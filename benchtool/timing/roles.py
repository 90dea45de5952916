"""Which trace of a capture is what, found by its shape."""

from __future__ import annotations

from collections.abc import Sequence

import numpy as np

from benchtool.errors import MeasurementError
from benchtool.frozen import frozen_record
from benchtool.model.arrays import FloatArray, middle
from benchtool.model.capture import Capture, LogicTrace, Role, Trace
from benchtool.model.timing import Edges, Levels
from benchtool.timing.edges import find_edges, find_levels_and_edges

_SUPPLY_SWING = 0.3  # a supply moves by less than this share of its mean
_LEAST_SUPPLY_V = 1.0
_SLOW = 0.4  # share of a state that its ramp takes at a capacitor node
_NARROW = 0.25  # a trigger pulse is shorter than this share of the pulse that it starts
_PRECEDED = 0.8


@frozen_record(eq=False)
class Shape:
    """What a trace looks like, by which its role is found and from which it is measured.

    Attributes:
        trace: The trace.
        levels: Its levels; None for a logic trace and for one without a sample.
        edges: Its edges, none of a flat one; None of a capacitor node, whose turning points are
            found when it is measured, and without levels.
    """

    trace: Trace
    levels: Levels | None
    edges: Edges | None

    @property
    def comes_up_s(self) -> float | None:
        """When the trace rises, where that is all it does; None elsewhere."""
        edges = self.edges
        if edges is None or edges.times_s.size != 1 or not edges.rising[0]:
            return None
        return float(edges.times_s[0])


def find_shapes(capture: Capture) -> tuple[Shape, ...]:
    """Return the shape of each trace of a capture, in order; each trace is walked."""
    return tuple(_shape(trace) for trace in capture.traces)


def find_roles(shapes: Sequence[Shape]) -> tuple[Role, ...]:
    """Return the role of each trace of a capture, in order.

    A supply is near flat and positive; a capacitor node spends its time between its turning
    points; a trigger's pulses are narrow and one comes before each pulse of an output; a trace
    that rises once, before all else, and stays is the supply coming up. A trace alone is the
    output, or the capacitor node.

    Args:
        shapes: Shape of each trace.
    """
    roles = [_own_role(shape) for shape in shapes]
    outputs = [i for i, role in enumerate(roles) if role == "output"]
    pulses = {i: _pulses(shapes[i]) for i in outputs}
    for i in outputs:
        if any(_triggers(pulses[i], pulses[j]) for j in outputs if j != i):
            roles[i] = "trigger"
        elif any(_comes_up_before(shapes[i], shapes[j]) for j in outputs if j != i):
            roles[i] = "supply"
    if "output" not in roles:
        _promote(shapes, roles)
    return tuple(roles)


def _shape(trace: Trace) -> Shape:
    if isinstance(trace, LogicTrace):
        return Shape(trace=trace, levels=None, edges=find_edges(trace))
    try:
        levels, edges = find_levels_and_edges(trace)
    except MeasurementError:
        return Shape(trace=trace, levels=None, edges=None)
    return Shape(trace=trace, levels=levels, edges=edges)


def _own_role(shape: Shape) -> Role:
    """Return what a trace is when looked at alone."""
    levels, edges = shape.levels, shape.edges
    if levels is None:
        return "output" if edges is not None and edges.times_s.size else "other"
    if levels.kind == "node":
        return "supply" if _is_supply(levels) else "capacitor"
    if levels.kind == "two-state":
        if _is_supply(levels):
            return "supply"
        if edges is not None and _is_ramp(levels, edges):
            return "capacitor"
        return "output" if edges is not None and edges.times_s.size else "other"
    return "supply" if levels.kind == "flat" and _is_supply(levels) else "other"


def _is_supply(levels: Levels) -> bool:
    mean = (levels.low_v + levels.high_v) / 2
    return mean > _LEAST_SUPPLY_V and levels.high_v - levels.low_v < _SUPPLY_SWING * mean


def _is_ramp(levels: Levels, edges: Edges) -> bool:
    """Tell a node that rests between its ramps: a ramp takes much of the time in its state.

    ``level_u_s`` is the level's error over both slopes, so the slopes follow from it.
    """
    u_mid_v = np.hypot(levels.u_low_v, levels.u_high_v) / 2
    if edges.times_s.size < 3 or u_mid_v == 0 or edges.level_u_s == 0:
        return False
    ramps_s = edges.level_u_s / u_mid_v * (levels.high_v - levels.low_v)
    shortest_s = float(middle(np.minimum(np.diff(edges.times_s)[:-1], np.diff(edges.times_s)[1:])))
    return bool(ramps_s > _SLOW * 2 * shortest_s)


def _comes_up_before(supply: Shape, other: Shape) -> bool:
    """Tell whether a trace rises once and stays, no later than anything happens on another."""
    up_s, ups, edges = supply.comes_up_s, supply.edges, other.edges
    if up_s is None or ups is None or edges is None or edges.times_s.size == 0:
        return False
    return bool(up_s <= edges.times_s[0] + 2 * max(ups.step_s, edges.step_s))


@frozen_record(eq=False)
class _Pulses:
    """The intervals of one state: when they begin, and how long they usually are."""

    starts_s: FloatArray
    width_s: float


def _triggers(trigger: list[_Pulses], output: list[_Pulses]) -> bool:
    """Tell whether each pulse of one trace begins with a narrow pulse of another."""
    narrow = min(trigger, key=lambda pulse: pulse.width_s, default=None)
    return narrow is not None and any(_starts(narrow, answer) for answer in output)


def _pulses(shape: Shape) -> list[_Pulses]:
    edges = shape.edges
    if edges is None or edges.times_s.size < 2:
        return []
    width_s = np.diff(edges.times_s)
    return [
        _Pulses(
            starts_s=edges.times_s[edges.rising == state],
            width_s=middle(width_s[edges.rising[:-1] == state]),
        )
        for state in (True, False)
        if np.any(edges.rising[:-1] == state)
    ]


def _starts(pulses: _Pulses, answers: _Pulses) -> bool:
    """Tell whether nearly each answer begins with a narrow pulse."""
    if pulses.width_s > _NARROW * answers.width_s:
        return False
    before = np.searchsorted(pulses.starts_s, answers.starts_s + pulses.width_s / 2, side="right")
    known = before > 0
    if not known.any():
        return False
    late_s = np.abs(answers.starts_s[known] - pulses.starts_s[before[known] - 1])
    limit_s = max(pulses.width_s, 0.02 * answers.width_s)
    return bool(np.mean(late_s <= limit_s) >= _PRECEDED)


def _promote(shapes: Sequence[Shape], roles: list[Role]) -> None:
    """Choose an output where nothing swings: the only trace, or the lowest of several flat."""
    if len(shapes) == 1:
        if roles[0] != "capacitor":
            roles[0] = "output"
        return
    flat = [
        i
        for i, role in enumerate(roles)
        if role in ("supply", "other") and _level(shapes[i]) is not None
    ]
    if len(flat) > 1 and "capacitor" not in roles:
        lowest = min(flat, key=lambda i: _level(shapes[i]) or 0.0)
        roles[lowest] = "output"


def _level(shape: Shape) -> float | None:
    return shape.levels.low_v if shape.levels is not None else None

### TASK PROMPT
Give back, unchanged, the run of lines in the listing above that begins at the line containing "if edges is None or edges.times_s.size <" and ends at the line containing "for state in (True, False)", both included.

### ANSWER BELOW
    if edges is None or edges.times_s.size < 2:
        return []
    width_s = np.diff(edges.times_s)
    return [
        _Pulses(
            starts_s=edges.times_s[edges.rising == state],
            width_s=middle(width_s[edges.rising[:-1] == state]),
        )
        for state in (True, False)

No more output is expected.